(Collected data entries)

== == ==

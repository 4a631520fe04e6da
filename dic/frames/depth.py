"""The depth in use, found from the values: what the camera's own full scale is."""

from __future__ import annotations

from collections.abc import Iterable
from dataclasses import dataclass

import numpy as np
from numpy.typing import NDArray

from dic.frames.page import Page

#: Depths that cameras have; 8 bits are sometimes stored in 16 as they are.
DEPTHS = (8, 10, 12, 14, 16)
#: Low bits that may be empty because a camera's 14, 12, 10 or 8 bits were put at the upper end of 16.
EMPTY = (2, 4, 6, 8)


@dataclass(frozen=True)
class Depth:
    """How the camera's bits lie in the stored values.

    Attributes
    ----------
    bits
        Depth in use.
    full_scale
        Stored value of a saturated pixel.
    """

    bits: int
    full_scale: float


def depth_in_use(page: Page, pictures: Iterable[NDArray[np.integer]]) -> Depth:
    """Find the depth from some pictures' stored values.

    Parameters
    ----------
    page
        One of the pages, for what the file can hold.
    pictures
        Stored values; more of them show more of the range.

    Returns
    -------
    Depth
        Where the file says its own largest value, or holds 8 bits, that; else the smallest usual
        depth that holds all values, or, where the low bits are empty, the depth of the others.
    """
    if page.top == 255 or page.kind == "white is zero":
        return Depth(page.top.bit_length(), float(page.top))
    brightest, seen = 0, 0
    for stored in pictures:
        brightest = max(brightest, int(stored.max()))
        seen |= int(np.bitwise_or.reduce(stored, axis=None))
    if page.top < 65535:  # video may go beyond its white
        top = page.top if brightest <= page.top else 2 ** page.top.bit_length() - 1
        return Depth(top.bit_length(), float(top))
    empty = (seen & -seen).bit_length() - 1 if seen else 0
    shift = max((count for count in EMPTY if count <= empty), default=0)
    if shift:
        return Depth(16 - shift, float(65535 >> shift << shift))
    bits = next(bits for bits in DEPTHS if brightest < 2**bits)
    return Depth(bits, float(2**bits - 1))
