"""An even rate through stamps that tell whole seconds only."""

from __future__ import annotations

from dataclasses import dataclass
from math import sqrt

import numpy as np
from numpy.typing import NDArray


@dataclass(frozen=True)
class EvenRate:
    """Frames at even distances that explain every stamp.

    Attributes
    ----------
    first_s
        Time of the first frame, s, on the stamps' own scale.
    interval_s, u_interval_s
        Time from frame to frame, s, and its standard uncertainty.
    """

    first_s: float
    interval_s: float
    u_interval_s: float


def even_rate(seconds: NDArray[np.int64], frames: NDArray[np.int64] | None = None) -> EvenRate | None:
    """Find the even distance of frames whose stamps are whole seconds, rounded down.

    Each stamp s of frame k bounds the first time t and the interval d by s ≤ t + k·d < s + 1.  All
    bounds together leave a narrow range of d (two linear programmes); its middle is taken, and the
    standard uncertainty of a value that may lie anywhere in it, half the width over √3 (JCGM 100:2008,
    4.3.7).

    Parameters
    ----------
    seconds
        Stamps in the frames' order, s, shape (n,), n ≥ 2.
    frames
        Numbers of the frames that they belong to, rising, the first 0; by default all, one by one.

    Returns
    -------
    EvenRate or None
        None where no even distance explains the stamps: frames are missing or were not taken evenly.
    """
    from scipy.optimize import linprog

    k = np.arange(len(seconds)) if frames is None else frames
    stamps = (seconds - seconds[0]).astype(float)
    above = np.column_stack([-np.ones(len(k)), -k])
    bounds = np.concatenate([above, -above]), np.concatenate([-stamps, stamps + 1])
    ends = []
    for sign in (1, -1):
        found = linprog([0, sign], A_ub=bounds[0], b_ub=bounds[1], bounds=[(None, None), (0, None)])
        if not found.success:
            return None
        ends.append(float(found.x[1]))
    interval = sum(ends) / 2
    if not interval > 0:
        return None
    first = (np.max(stamps - k * interval) + np.min(stamps + 1 - k * interval)) / 2
    return EvenRate(float(seconds[0] + first), interval, (ends[1] - ends[0]) / 2 / sqrt(3))
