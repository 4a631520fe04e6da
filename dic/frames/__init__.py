"""Frames: still images and multi-page files, their grey values and their clock."""

from dic.frames.source import FrameSource, open_frames
from dic.frames.survey import FramesSurvey, look_at_frames

__all__ = ["FrameSource", "FramesSurvey", "look_at_frames", "open_frames"]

== == ==

## [EXERCISE BRIEF]
Wherever a line of the data holds "else", copy that line.

## [YOUR RESPONSE]
        Where the file says its own largest value, or holds 8 bits, that; else the smallest usual
        top = page.top if brightest <= page.top else 2 ** page.top.bit_length() - 1
    empty = (seen & -seen).bit_length() - 1 if seen else 0
    k = np.arange(len(seconds)) if frames is None else frames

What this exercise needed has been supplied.